[Data items]

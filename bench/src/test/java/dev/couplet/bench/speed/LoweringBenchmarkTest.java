package dev.couplet.bench.speed;

import static org.junit.jupiter.api.Assertions.assertEquals;
import static org.junit.jupiter.api.Assertions.assertTrue;

import dev.couplet.form.Qubo;
import dev.couplet.lower.Lowering;
import dev.couplet.model.Statement;
import java.util.Collection;
import org.junit.jupiter.api.Test;
import org.openjdk.jmh.results.RunResult;
import org.openjdk.jmh.runner.Runner;
import org.openjdk.jmh.runner.RunnerException;
import org.openjdk.jmh.runner.options.Options;
import org.openjdk.jmh.runner.options.OptionsBuilder;
import org.openjdk.jmh.runner.options.VerboseMode;

/** That the benchmarks are found and run; their times, taken in haste here, mean nothing. */
class LoweringBenchmarkTest {
  @Test
  void everyBenchmarkRunsOnEveryWorkload() throws RunnerException {
    Options options =
        new OptionsBuilder()
            .include(LoweringBenchmark.class.getName())
            .param("terms", "1000")
            .forks(0)
            .warmupIterations(0)
            .measurementIterations(1)
            .shouldFailOnError(true)
            .verbosity(VerboseMode.SILENT)
            .build();
    Collection<RunResult> results = new Runner(options).run();
    assertEquals(3 * 2, results.size(), "three benchmarks, two workloads");
    for (RunResult result : results) {
      assertTrue(result.getPrimaryResult().getScore() > 0, result.getParams().id());
    }
  }

  @Test
  void workloadsHaveTheirSizes() {
    Statement sparse = Workload.SPARSE.model(6_000, 1).snapshot();
    assertEquals(1_000, sparse.literals());
    assertTrue(sparse.objective().terms() > 5_900 && sparse.objective().terms() <= 6_000);
    Statement dense = Workload.DENSE.model(2_000_000 / 1_000, 1).snapshot();
    assertEquals(63, dense.literals());
    assertEquals(63 * 64 / 2, dense.objective().terms());
    Qubo form = Lowering.standard().lower(dense).qubo();
    assertEquals(dense.objective().toQubo(), form);
  }

  @Test
  void memoryIsToldInARow() {
    String[] cells = LoweringMemory.row(Workload.DENSE, 20_000).split("\t", -1);
    assertEquals(7, cells.length);
    assertEquals("dense", cells[0]);
    assertEquals("200", cells[1]);
    assertEquals("19900", cells[2]);
  }
}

- **EXERCISE GOAL**:
All lines in the data above from the one with "import java.util.Collection;" through the one with "import org.openjdk.jmh.runner.options.OptionsBuilder;" must be repeated exactly, and no others.

- **YOUR RESPONSE**:
import java.util.Collection;
import org.junit.jupiter.api.Test;
import org.openjdk.jmh.results.RunResult;
import org.openjdk.jmh.runner.Runner;
import org.openjdk.jmh.runner.RunnerException;
import org.openjdk.jmh.runner.options.Options;
import org.openjdk.jmh.runner.options.OptionsBuilder;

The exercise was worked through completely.